The task: Go through the data and copy each line where the word "const" shows up.

Records:
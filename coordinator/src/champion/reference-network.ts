import { dataShapeOf, defaultSearchSpaceFor, fitReferenceNetwork, genomeHash, type FittedReference, type RunConfig } from '@netbreeder/shared-types';
import type { RunRecord, RunStore } from '../store/run-store.js';

export type RunLike = Pick<RunRecord, 'config' | 'seed' | 'dataset'>;

/**
 * The run's reference network fitted to its search space, or null when the run has none: its run
 * file turned `search.reference` off, or it was stored before that setting existed (so its replay
 * stays exact). Pure: the same run always gives the same genome.
 */
export function runReference(run: RunLike): FittedReference | null {
  if ((run.config.search as Partial<RunConfig['search']>).reference !== true) return null;
  const m = run.dataset.manifest;
  const data = dataShapeOf(m);
  return fitReferenceNetwork(data, run.config.searchSpace ?? defaultSearchSpaceFor(data.inputShape));
}

/**
 * Records, when a run is created, what became of its reference network: a `reference-network`
 * event (its genome hash and how it was fitted to the search space), or one `reference-skipped`
 * event saying why the run goes without one. Nothing when the run file turned it off.
 */
export function logReference(store: RunStore, run: RunLike & { id: string }): void {
  const reference = runReference(run);
  if (!reference) return;
  if (reference.ok) store.logEvent(run.id, 'reference-network', { genomeHash: genomeHash(reference.genome), description: reference.description, adjustments: reference.adjustments });
  else store.logEvent(run.id, 'reference-skipped', { description: reference.description, reason: `the reference network cannot fit the search space: ${reference.reason}; the run goes on without one` });
}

Output for this exercise:
  const m = run.dataset.manifest;
  const data = dataShapeOf(m);
  const reference = runReference(run);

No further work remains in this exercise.